:: Your goal ::
The answer must be a single number: how many lines below contain "note".

[Recorded data]
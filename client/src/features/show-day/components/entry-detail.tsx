import { Fragment, useState } from 'react';
import { ENTRY_STATUS_LABELS } from '@shared/constants';
import { formatMoney } from '@shared/calc/money';
import type { EventClass } from '@shared/schemas/show-classes';
import { auditActionLabel, PAYMENT_ISSUE_LABELS, PAYMENT_STATE_LABELS, type EntryTableRow } from '@shared/schemas/show-day';
import { useActOnEntry, type EntryActionInput } from '../api/act-on-entry';
import { useEntryAudit } from '../api/get-entry-audit';
import { Button } from '@client/components/ui/button';
import { Notice } from '@client/components/ui/notice';

/** before → after, field by field, in words a person reads. */
function changeText(before: unknown, after: unknown): string {
  const b = (before ?? {}) as Record<string, unknown>;
  const a = (after ?? {}) as Record<string, unknown>;
  const show = (k: string, v: unknown) => (k === 'status' && typeof v === 'string' && v in ENTRY_STATUS_LABELS ? ENTRY_STATUS_LABELS[v as keyof typeof ENTRY_STATUS_LABELS] : v === null || v === undefined ? '—' : String(v));
  return Object.keys(a)
    .filter((k) => !k.endsWith('Id') && k !== 'paymentRef')
    .map((k) => (k in b ? `${k}: ${show(k, b[k])} → ${show(k, a[k])}` : `${k}: ${show(k, a[k])}`))
    .join('; ');
}

/** One entry opened from the table: the entrant's contact, the build's private fields, the actions and the history. */
export function EntryDetail({ eventId, row, classes, onClose }: { eventId: number; row: EntryTableRow; classes: EventClass[]; onClose: () => void }) {
  const act = useActOnEntry(eventId);
  const audit = useEntryAudit(row.id);
  const [classId, setClassId] = useState(String(row.classId));
  const [note, setNote] = useState('');
  const run = (input: EntryActionInput, question?: string) => {
    if (question && !window.confirm(question)) return;
    act.mutate(input);
  };
  const open = row.status !== 'withdrawn';

  return (
    <aside role="dialog" aria-label={`Entry ${row.number ?? ''} ${row.buildTitle}`} className="fixed inset-y-0 right-0 z-20 w-full max-w-md overflow-y-auto border-l-2 border-ink bg-paper p-5 shadow-xl">
      <div className="flex items-start justify-between gap-2">
        <h2 className="font-display text-2xl uppercase">{row.number ? `No. ${row.number} · ` : ''}{row.buildTitle}</h2>
        <Button variant="quiet" onClick={onClose}>Close</Button>
      </div>
      <dl className="mt-3 grid grid-cols-[8rem_1fr] gap-x-3 gap-y-1 text-sm">
        <dt className="text-graphite">Entrant</dt><dd>{row.ownerName}</dd>
        <dt className="text-graphite">E-mail</dt><dd><a className="underline" href={`mailto:${row.contact.email}`}>{row.contact.email}</a></dd>
        <dt className="text-graphite">Phone</dt><dd>{row.contact.phone ?? '—'}</dd>
        <dt className="text-graphite">VIN</dt><dd>{row.privateFields.vin ?? '—'}</dd>
        <dt className="text-graphite">Plate</dt><dd>{row.privateFields.plate ?? '—'}</dd>
        <dt className="text-graphite">Status</dt><dd>{ENTRY_STATUS_LABELS[row.status]}</dd>
        <dt className="text-graphite">Payment</dt><dd>{PAYMENT_STATE_LABELS[row.payment]} · fee {formatMoney(row.feeAmount, row.currency)}{row.refundDue && !row.refund ? ` · refund due ${formatMoney(row.refundDue, row.currency)}` : ''}</dd>
        {row.refund ? (
          <>
            <dt className="text-graphite">Refund</dt>
            <dd>{formatMoney(row.refund.amount, row.currency)} sent on {new Date(row.refund.at).toLocaleDateString()} (ref. {row.refund.ref}). It cannot be sent twice.</dd>
          </>
        ) : null}
        {row.paymentIssues.map((i) => (
          <Fragment key={i.id}>
            <dt className="font-semibold text-danger">Check payment</dt>
            <dd>{PAYMENT_ISSUE_LABELS[i.reason]}: {formatMoney(i.amount, i.currency)} on {new Date(i.at).toLocaleDateString()}{i.refund ? `, refunded (ref. ${i.refund.ref})` : ''}.</dd>
          </Fragment>
        ))}
      </dl>
      {act.error ? <Notice tone="danger"><p>{act.error.message}</p></Notice> : null}
      {open ? (
        <div className="mt-4 space-y-4">
          <div className="flex items-end gap-2">
            <label className="flex flex-1 flex-col gap-1">
              <span className="text-sm font-semibold">Class</span>
              <select aria-label="Move to class" value={classId} onChange={(e) => setClassId(e.target.value)} className="min-h-11 border border-rule bg-white px-2">
                {classes.map((c) => <option key={c.id} value={c.id}>{c.name}</option>)}
              </select>
            </label>
            <Button variant="secondary" disabled={Number(classId) === row.classId} busy={act.isPending} onClick={() => run({ kind: 'class', entryId: row.id, classId: Number(classId) })}>Change class</Button>
          </div>
          {row.payment === 'unpaid' && row.status === 'awaiting_payment' ? (
            <div className="flex items-end gap-2">
              <label className="flex flex-1 flex-col gap-1">
                <span className="text-sm font-semibold">How was it paid?</span>
                <input aria-label="Payment note" value={note} onChange={(e) => setNote(e.target.value)} placeholder="Cash at the gate, bank transfer…" className="min-h-11 border border-rule bg-white px-3" />
              </label>
              <Button busy={act.isPending} onClick={() => run({ kind: 'mark-paid', entryId: row.id, note })}>Mark paid</Button>
            </div>
          ) : null}
          {row.status === 'waiting_list' ? <Button busy={act.isPending} onClick={() => run({ kind: 'move-up', entryId: row.id }, `Give ${row.buildTitle} a place now, ahead of the waiting list's order and above capacity if the class is full?`)}>Move up from the waiting list</Button> : null}
          <Button variant="danger" busy={act.isPending} onClick={() => run({ kind: 'withdraw', entryId: row.id }, `Withdraw ${row.buildTitle}? The show's refund rule decides what is paid back, and the entrant is told by e-mail.`)}>Withdraw</Button>
        </div>
      ) : null}
      <h3 className="mt-6 font-display text-lg uppercase">History</h3>
      <ol className="mt-2 space-y-2 text-sm" aria-label="History">
        {audit.data?.map((line) => (
          <li key={line.id} className="border-b border-rule pb-2">
            <span className="font-semibold">{auditActionLabel(line.action)}</span> · {line.who ?? 'Placard'} · <time dateTime={line.at}>{new Date(line.at).toLocaleString()}</time>
            <div className="text-graphite">{changeText(line.before, line.after)}</div>
          </li>
        ))}
      </ol>
    </aside>
  );
}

:: Reply to the exercise ::
3